:: WORK ORDER ::
The output should consist solely of the line containing "import org.baywright.calc.Quantity;" and the lines that follow it through the end of the data below.

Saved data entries
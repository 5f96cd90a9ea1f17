package org.baywright.plan;

import java.util.List;
import java.util.Optional;

/**
 * A floor layout: its slab edge, decks, framing, openings and loads. Levels refer to layouts by id, so
 * a typical floor is drawn once and repeats.
 *
 * @param slabEdge the slab outline (may overhang the grid or be notched)
 * @param roof true for a roof: its ordinary roof live load reduces by ASCE 7-16 §4.8.2; occupancy loads on it
 *     (floor live, or roof live with a use other than ordinary) are floor live load reduced by §4.7 (§4.8.3)
 */
public record Floor(String id, String name, boolean roof, Polygon slabEdge, List<Deck> decks, List<Member> members,
        List<Infill> infills, List<Opening> openings, List<AreaLoad> areaLoads, List<LineLoad> lineLoads,
        List<PointLoadItem> pointLoads) {
    public Floor {
        decks = List.copyOf(decks);
        members = List.copyOf(members);
        infills = List.copyOf(infills);
        openings = List.copyOf(openings);
        areaLoads = List.copyOf(areaLoads);
        lineLoads = List.copyOf(lineLoads);
        pointLoads = List.copyOf(pointLoads);
    }

    public Optional<Member> member(String memberId) {
        return members.stream().filter(m -> m.id().equals(memberId)).findFirst();
    }
}
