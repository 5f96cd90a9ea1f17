package org.baywright.plan;

/**
 * What the members of a roof carry below them, which chooses their deflection limits: the roof rows of
 * IBC Table 1604.3 (roof members supporting a plaster or stucco ceiling, a non-plaster ceiling, or no
 * ceiling). A plan setting per roof floor layout ({@link DesignSettings#roofCeiling(String)}).
 */
public enum RoofCeiling {
    /** A plaster or stucco ceiling hangs from the roof members (the strictest roof row). */
    PLASTER,
    /**
     * A ceiling other than plaster or stucco (suspended acoustical tile, gypsum board on a grid…): the
     * default, because a suspended non-plaster ceiling is what an office or retail roof usually carries
     * (common practice), and it is the middle row, stricter than a roof with no ceiling.
     */
    NON_PLASTER,
    /** No ceiling: exposed roof structure (warehouses, canopies). */
    NONE;

    /** The roof ceiling when a plan says nothing. */
    public static final RoofCeiling DEFAULT = NON_PLASTER;
}
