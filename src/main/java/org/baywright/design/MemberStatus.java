package org.baywright.design;

/** The state of a member after a run. */
public enum MemberStatus {
    /** The lightest adequate section was found. */
    SIZED("sized"),
    /** The user chose the size; it was checked and passes. */
    FIXED_SIZE("fixed size"),
    /** No section passes, or a fixed size fails. */
    OVERSTRESSED("overstressed"),
    /** The member has no support to deliver its load to. */
    UNSUPPORTED("unsupported"),
    /** Not designed yet. */
    NOT_RUN("not run");

    private final String label;

    MemberStatus(String label) {
        this.label = label;
    }

    /** As printed: "sized", "fixed size"… */
    public String label() {
        return label;
    }
}
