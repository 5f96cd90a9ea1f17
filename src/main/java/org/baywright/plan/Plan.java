package org.baywright.plan;

import java.util.List;
import java.util.Optional;

/**
 * A Baywright plan: the building's grid, levels, floor layouts, columns and design basis. Immutable; an
 * edit produces a new plan.
 *
 * @param name project name
 * @param units the unit system the user works in ("us" or "si"); values are SI regardless
 */
public record Plan(String name, String units, DesignSettings settings, List<GridLine> grid, List<Level> levels,
        List<Floor> floors, List<Column> columns) {
    public Plan {
        grid = List.copyOf(grid);
        levels = List.copyOf(levels);
        floors = List.copyOf(floors);
        columns = List.copyOf(columns);
    }

    public Optional<Floor> floor(String id) {
        return floors.stream().filter(f -> f.id().equals(id)).findFirst();
    }

    public Optional<GridLine> gridLine(String label) {
        return grid.stream().filter(g -> g.label().equals(label)).findFirst();
    }
}
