package org.baywright.plan;

/**
 * The plan-wide rules of composite design.
 *
 * @param minDegree least degree of composite action, ΣQ_n over the full composite force (default 0.25:
 *     AISC 360-16 Commentary I3.2d, common practice)
 * @param studWeight the steel weight one stud is worth when sections and stud counts are compared, N
 *     (default 10 lb, common practice)
 * @param camber specify camber on unshored beams (default on)
 * @param camberShare the share of the wet-concrete deflection cambered out (default 0.8, common practice)
 * @param camberAllowance the steel weight a cambered piece is worth in the comparison, N (default 0)
 */
public record CompositeRules(double minDegree, double studWeight, boolean camber, double camberShare, double camberAllowance) {
    private static final double LB = 4.4482216152605;
    /** 25 %, 10 lb per stud, camber 80 %, no allowance per cambered piece. */
    public static final CompositeRules DEFAULT = new CompositeRules(0.25, 10 * LB, true, 0.8, 0);

    public CompositeRules {
        if (!(minDegree >= 0 && minDegree <= 1)) {
            throw new IllegalArgumentException("composite rules: the minimum degree of composite action must lie in [0, 1]");
        }
        if (!(studWeight >= 0) || !Double.isFinite(studWeight) || !(camberAllowance >= 0) || !Double.isFinite(camberAllowance)) {
            throw new IllegalArgumentException("composite rules: the stud and camber weights must be ≥ 0");
        }
        if (!(camberShare >= 0 && camberShare <= 1)) {
            throw new IllegalArgumentException("composite rules: the camber share must lie in [0, 1]");
        }
    }

    public boolean isDefault() {
        return equals(DEFAULT);
    }
}
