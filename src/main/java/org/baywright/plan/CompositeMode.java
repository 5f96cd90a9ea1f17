package org.baywright.plan;

/** Whether the members of a floor act with its slab (AISC 360-16 Chapter I). */
public enum CompositeMode {
    /** Every member under a slab on deck is composite, except members marked not composite. */
    COMPOSITE,
    /** Bare steel throughout (members' own marks are kept but not used): the comparison case. */
    NON_COMPOSITE,
    /** Only the members marked composite are. */
    PER_MEMBER
}
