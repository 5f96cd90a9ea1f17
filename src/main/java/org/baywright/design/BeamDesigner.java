package org.baywright.design;

import java.util.ArrayList;
import java.util.List;
import java.util.Map;
import java.util.concurrent.ConcurrentHashMap;
import org.baywright.analysis.SimpleSpan;
import org.baywright.calc.Arg;
import org.baywright.calc.Calc;
import org.baywright.calc.CalcFormat;
import org.baywright.calc.Quantity;
import org.baywright.catalog.Catalog;
import org.baywright.catalog.Section;
import org.baywright.design.aisc360.Aisc360;
import org.baywright.design.aisc360.BendingCoefficient;
import org.baywright.design.aisc360.IShapeFlexure;
import org.baywright.design.aisc360.IShapeShear;
import org.baywright.design.aisc360.ResistanceFactors;
import org.baywright.load.Combinations;
import org.baywright.load.DesignMethod;
import org.baywright.load.LoadCase;
import org.baywright.load.LoadCombination;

:: EXPECTED ANSWER ::
import org.baywright.calc.Quantity;
import org.baywright.catalog.Catalog;
import org.baywright.catalog.Section;
import org.baywright.design.aisc360.Aisc360;
import org.baywright.design.aisc360.BendingCoefficient;
import org.baywright.design.aisc360.IShapeFlexure;
import org.baywright.design.aisc360.IShapeShear;
import org.baywright.design.aisc360.ResistanceFactors;
import org.baywright.load.Combinations;
import org.baywright.load.DesignMethod;
import org.baywright.load.LoadCase;
import org.baywright.load.LoadCombination;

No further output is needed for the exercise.